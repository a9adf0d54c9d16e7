import { Readable } from 'node:stream';
import { crc32 } from 'node:zlib';
import { openRegularFile } from '../documents/regularFile.js';
import type { XlsxLimits } from '../limits.js';
import { RefitError } from './errors.js';
import { checkSheetLimits, partsWithinDeclaredLimit, readerFailed, unreadableXlsx } from './xlsxChecks.js';
import { readZipDirectory, readZipEntry, storedZipChunks } from './zipEntries.js';

export { countTags, forEachTag, sheetExtent } from './xlsxChecks.js';

/**
 * Reading the first sheet of an .xlsx file within limits (src/limits.ts,
 * xlsxLimits), checked before the spreadsheet reader (read-excel-file)
 * parses anything:
 *
 * 1. The zip's central directory is walked (zipEntries.ts, with the
 *    walker the DOCX reader uses, src/documents/zipDirectory.ts), and the
 *    sizes it declares for the parts the reader unpacks (its .xml parts)
 *    are added up: above maxUnzippedMb nothing is inflated.
 * 2. Those parts are inflated with the output capped at their declared
 *    sizes, so a part that lies about its size is caught.
 * 3. The first sheet's XML is scanned for the rows and columns its cells
 *    span, as the reader will lay them out (a single cell at XFD1048576
 *    makes it build a million rows of 16,384 cells; the sheet's own
 *    <dimension> is a claim the reader ignores, so it is not trusted
 *    either), and the shared strings are counted.
 * 4. The reader is handed an archive of exactly the parts that were
 *    checked (stored, not compressed), never the original file: it reads
 *    entries by their local headers in file order, which need not agree
 *    with the directory that was checked.
 *
 * Every refusal names the file and suggests saving the sheet as CSV, which
 * refit streams with no limit on rows.
 *
 * The checks themselves are pure (xlsxChecks.ts, zipParts.ts) and shared
 * with the page's reader of the same file's bytes (xlsxBytes.ts).
 */

/** Unpacks the parts the reader would unpack, within the size limit. */
async function unpackWithinLimit(path: string, file: string, limits: XlsxLimits): Promise<Map<string, Buffer>> {
  let opened;
  try {
    opened = await openRegularFile(path);
  } catch (error) {
    throw new RefitError('UNREADABLE_FILE', `${file}: cannot be read (${(error as Error).message}).`, { file });
  }
  if (!opened.ok) throw new RefitError('UNREADABLE_FILE', `${file}: ${opened.error}.`, { file });
  const { handle, size } = opened;
  try {
    const directory = readZipDirectory(handle, size);
    if (!directory.ok) throw unreadableXlsx(file, directory.error);
    const wanted = partsWithinDeclaredLimit(file, directory.value, limits);
    // Each part is inflated no further than its declared size, so the declared total just checked bounds the memory.
    const parts = new Map<string, Buffer>();
    for (const entry of wanted) {
      const part = await readZipEntry(handle, entry);
      if (!part.ok) throw unreadableXlsx(file, part.error);
      parts.set(entry.name, part.value);
    }
    return parts;
  } finally {
    await handle.close();
  }
}

/** The first sheet of an .xlsx file as rows of cells, after the limits are checked; a RefitError naming the file otherwise. */
export async function readXlsxSheet(path: string, file: string, limits: XlsxLimits): Promise<unknown[][]> {
  const parts = await unpackWithinLimit(path, file, limits);
  checkSheetLimits(file, parts, limits);
  try {
    // Loaded on demand: CSV-only runs do not pay for the spreadsheet reader.
    const { readSheet } = await import('read-excel-file/node');
    const archive = Readable.from(storedZipChunks(parts, crc32), { objectMode: false });
    return (await readSheet(archive, { parseNumber: (s: string) => s })) as unknown[][];
  } catch (error) {
    throw readerFailed(file, error);
  }
}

◆ TASK OBJECTIVE: Set down every record once more, exactly as written.

◆ TASK RESULT:
repository a9adf0d54c9d16e7
import { Readable } from 'node:stream';
import { crc32 } from 'node:zlib';
import { openRegularFile } from '../documents/regularFile.js';
import type { XlsxLimits } from '../limits.js';
import { RefitError } from './errors.js';
import { checkSheetLimits, partsWithinDeclaredLimit, readerFailed, unreadableXlsx } from './xlsxChecks.js';
import { readZipDirectory, readZipEntry, storedZipChunks } from './zipEntries.js';

export { countTags, forEachTag, sheetExtent } from './xlsxChecks.js';

/**
 * Reading the first sheet of an .xlsx file within limits (src/limits.ts,
 * xlsxLimits), checked before the spreadsheet reader (read-excel-file)
 * parses anything:
 *
 * 1. The zip's central directory is walked (zipEntries.ts, with the
 *    walker the DOCX reader uses, src/documents/zipDirectory.ts), and the
 *    sizes it declares for the parts the reader unpacks (its .xml parts)
 *    are added up: above maxUnzippedMb nothing is inflated.
 * 2. Those parts are inflated with the output capped at their declared
 *    sizes, so a part that lies about its size is caught.
 * 3. The first sheet's XML is scanned for the rows and columns its cells
 *    span, as the reader will lay them out (a single cell at XFD1048576
 *    makes it build a million rows of 16,384 cells; the sheet's own
 *    <dimension> is a claim the reader ignores, so it is not trusted
 *    either), and the shared strings are counted.
 * 4. The reader is handed an archive of exactly the parts that were
 *    checked (stored, not compressed), never the original file: it reads
 *    entries by their local headers in file order, which need not agree
 *    with the directory that was checked.
 *
 * Every refusal names the file and suggests saving the sheet as CSV, which
 * refit streams with no limit on rows.
 *
 * The checks themselves are pure (xlsxChecks.ts, zipParts.ts) and shared
 * with the page's reader of the same file's bytes (xlsxBytes.ts).
 */

/** Unpacks the parts the reader would unpack, within the size limit. */
async function unpackWithinLimit(path: string, file: string, limits: XlsxLimits): Promise<Map<string, Buffer>> {
  let opened;
  try {
    opened = await openRegularFile(path);
  } catch (error) {
    throw new RefitError('UNREADABLE_FILE', `${file}: cannot be read (${(error as Error).message}).`, { file });
  }
  if (!opened.ok) throw new RefitError('UNREADABLE_FILE', `${file}: ${opened.error}.`, { file });
  const { handle, size } = opened;
  try {
    const directory = readZipDirectory(handle, size);
    if (!directory.ok) throw unreadableXlsx(file, directory.error);
    const wanted = partsWithinDeclaredLimit(file, directory.value, limits);
    // Each part is inflated no further than its declared size, so the declared total just checked bounds the memory.
    const parts = new Map<string, Buffer>();
    for (const entry of wanted) {
      const part = await readZipEntry(handle, entry);
      if (!part.ok) throw unreadableXlsx(file, part.error);
      parts.set(entry.name, part.value);
    }
    return parts;
  } finally {
    await handle.close();
  }
}

/** The first sheet of an .xlsx file as rows of cells, after the limits are checked; a RefitError naming the file otherwise. */
export async function readXlsxSheet(path: string, file: string, limits: XlsxLimits): Promise<unknown[][]> {
  const parts = await unpackWithinLimit(path, file, limits);
  checkSheetLimits(file, parts, limits);
  try {
    // Loaded on demand: CSV-only runs do not pay for the spreadsheet reader.
    const { readSheet } = await import('read-excel-file/node');
    const archive = Readable.from(storedZipChunks(parts, crc32), { objectMode: false });
    return (await readSheet(archive, { parseNumber: (s: string) => s })) as unknown[][];
  } catch (error) {
    throw readerFailed(file, error);
  }
}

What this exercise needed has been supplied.